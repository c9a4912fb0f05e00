#include "report/sweep_passes.h"

#include <algorithm>
#include <cmath>

namespace barrow {

SweepResult mergeSweepPasses(const std::vector<SweepResult>& passes) {
  SweepResult out;
  if (passes.empty()) return out;
  out = passes.front();
  out.series.clear();
  out.theta.clear();
  out.settings.measures.clear();
  out.refinedPoints = 0;
  out.seconds = 0.0;
  for (const auto& p : passes) {
    out.theta.insert(out.theta.end(), p.theta.begin(), p.theta.end());
    out.refinedPoints += p.refinedPoints;
    out.refineBudgetHit = out.refineBudgetHit || p.refineBudgetHit;
    out.cancelled = out.cancelled || p.cancelled;
    out.seconds += p.seconds;
    if (out.message.empty()) out.message = p.message;
  }
  std::sort(out.theta.begin(), out.theta.end());
  out.theta.erase(std::unique(out.theta.begin(), out.theta.end()), out.theta.end());
  const std::size_t n = out.theta.size();
  for (const auto& p : passes)
    for (const auto& s : p.series) {
      SweepSeries m = s;
      m.value.assign(n, NAN);
      m.status.assign(n, Status::Cancelled);
      m.slope.assign(n, NAN);
      m.seconds.assign(n, 0.0);
      m.oneSided.assign(n, false);
      for (std::size_t k = 0; k < p.theta.size(); ++k) {
        const auto at = std::size_t(std::lower_bound(out.theta.begin(), out.theta.end(), p.theta[k]) - out.theta.begin());
        if (k < s.value.size()) m.value[at] = s.value[k];
        if (k < s.status.size()) m.status[at] = s.status[k];
        if (k < s.slope.size()) m.slope[at] = s.slope[k];
        if (k < s.seconds.size()) m.seconds[at] = s.seconds[k];
        if (k < s.oneSided.size()) m.oneSided[at] = s.oneSided[k];
      }
      out.settings.measures.push_back(m.id);
      out.series.push_back(std::move(m));
    }
  return out;
}

}  // namespace barrow
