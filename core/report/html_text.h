// Text for HTML: every user string (cloud names, file names, the title, settings, messages)
// goes through htmlText before it reaches the page, so it shows as text and runs nothing.
#pragma once

#include <string>

namespace barrow {

/// `&`, `<`, `>`, `"` and `'` as character references (safe in text and in quoted attributes).
std::string htmlText(const std::string& s);

}  // namespace barrow
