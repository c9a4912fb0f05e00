#include "report/report_data.h"

#include <cmath>

#include "base/number_text.h"
#include "io/findings_json.h"
#include "io/sweep_csv.h"

namespace barrow {

namespace {

using ojson = nlohmann::ordered_json;

ojson number(double v) { return std::isfinite(v) ? ojson(v) : ojson(); }

ojson cloudJson(const ReportCloud& c) {
  ojson points = ojson::array();
  ojson weights = ojson::array();
  for (Eigen::Index i = 0; i < c.cloud.size(); ++i) {
    points.push_back({c.cloud.points(i, 0), c.cloud.points(i, 1)});
    weights.push_back(c.cloud.weights(i));
  }
  ojson o;
  o["name"] = c.cloud.name;
  o["file"] = c.file;
  o["sha256"] = c.sha256;
  o["points"] = std::move(points);
  o["weights"] = std::move(weights);
  return o;
}

ojson planJson(const std::vector<PlanEntry>& plan) {
  ojson list = ojson::array();
  for (const PlanEntry& e : plan) list.push_back({e.i, e.j, e.mass});
  return list;
}

ojson paramsJson(const ParamSet& p) {
  ojson o = ojson::object();
  for (const auto& [k, v] : p.values()) o[k] = v;
  return o;
}

// A CSV cell as JSON: the number it reads back to, "inf"/"-inf" kept as text (JSON has no
// infinity), null for an empty (failed) cell.
ojson cellJson(const std::string& c) {
  if (c.empty()) return ojson();
  if (c == "inf" || c == "-inf") return c;
  const auto v = parseNumber(c);
  return v ? ojson(*v) : ojson(c);
}

}  // namespace

nlohmann::ordered_json reportData(const ReportInput& in) {
  const SweepResult& r = in.sweep;
  const SweepSettings& s = r.settings;

  ojson clouds;
  clouds["A"] = cloudJson(in.a);
  clouds["B"] = cloudJson(in.b);
  ojson plan;
  plan["theta"] = s.referenceTheta();
  plan["cost"] = "w2";
  plan["entries"] = planJson(in.referencePlan);
  if (!in.referencePlanNote.empty()) plan["note"] = in.referencePlanNote;
  clouds["plan"] = std::move(plan);
  if (s.family == Family::Interpolate) clouds["interpolation_plan"] = planJson(in.familyPlan);

  ojson sweep;
  sweep["family"] = familyName(s.family);
  sweep["direction"] = {s.direction[0], s.direction[1]};
  sweep["center"] = s.center ? ojson({(*s.center)[0], (*s.center)[1]}) : ojson();
  sweep["pivot"] = {number(in.pivot.x()), number(in.pivot.y())};
  sweep["from"] = s.from;
  sweep["to"] = s.to;
  sweep["steps"] = s.steps;
  sweep["reference"] = s.referenceTheta();
  ojson ids = ojson::array();
  for (const auto& ser : r.series) ids.push_back(ser.id);
  sweep["measures"] = ids;
  sweep["threads"] = r.threads;
  sweep["warm_start"] = r.warmStart;
  sweep["refine_tolerance"] = r.refineTolerance;
  sweep["refined_points"] = r.refinedPoints;
  sweep["refine_budget"] = r.refineBudget;
  sweep["refine_budget_hit"] = r.refineBudgetHit;
  sweep["seconds"] = r.seconds;
  ojson frozen = ojson::object(), rules = ojson::object(), gradient = ojson::object();
  for (const auto& ser : r.series) {
    frozen[ser.id] = paramsJson(ser.frozen);
    rules[ser.id] = paramsJson(ser.rules);
    gradient[ser.id] = ser.gradientMethod;
  }

  ojson settings;
  settings["title"] = in.title;
  settings["created"] = in.created;
  settings["barrow_version"] = in.version;
  settings["session"] = in.sessionFile;
  settings["params"] = paramsJson(in.params);
  settings["sweep"] = std::move(sweep);
  settings["frozen"] = std::move(frozen);
  settings["rules"] = std::move(rules);
  settings["gradient"] = std::move(gradient);
  settings["commands"] = in.commands;

  const SweepTable t = sweepTable(r);
  ojson rows = ojson::array();
  for (const auto& row : t.rows) {
    ojson jr = ojson::array();
    for (const auto& c : row) jr.push_back(cellJson(c));
    rows.push_back(std::move(jr));
  }
  ojson table;
  table["columns"] = t.columns;
  table["rows"] = std::move(rows);

  ojson out;
  out["clouds"] = std::move(clouds);
  out["settings"] = std::move(settings);
  out["measures"] = ojson::parse(in.measures.dump());  // keep measure --json's key order
  out["sweep"] = std::move(table);
  out["findings"] = findingsToJson(in.findings)["findings"];
  return out;
}

std::string scriptSafeJson(const nlohmann::ordered_json& j) {
  const std::string text = j.dump(-1, ' ', false, nlohmann::ordered_json::error_handler_t::replace);
  std::string out;
  out.reserve(text.size() + text.size() / 64);
  for (std::size_t k = 0; k < text.size(); ++k) {
    const char c = text[k];
    if (c == '<') out += "\\u003c";
    else if (c == '>') out += "\\u003e";
    else if (c == '&') out += "\\u0026";
    else if (c == '\xE2' && k + 2 < text.size() && text[k + 1] == '\x80' && (text[k + 2] == '\xA8' || text[k + 2] == '\xA9')) {
      out += text[k + 2] == '\xA8' ? "\\u2028" : "\\u2029";
      k += 2;
    } else {
      out += c;
    }
  }
  return out;
}

}  // namespace barrow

——

** Exercise requirements **
Reproduce each line from the listing above that includes the word "refinedPoints".

** Output of the exercise **
  out.refinedPoints = 0;
    out.refinedPoints += p.refinedPoints;
  sweep["refined_points"] = r.refinedPoints;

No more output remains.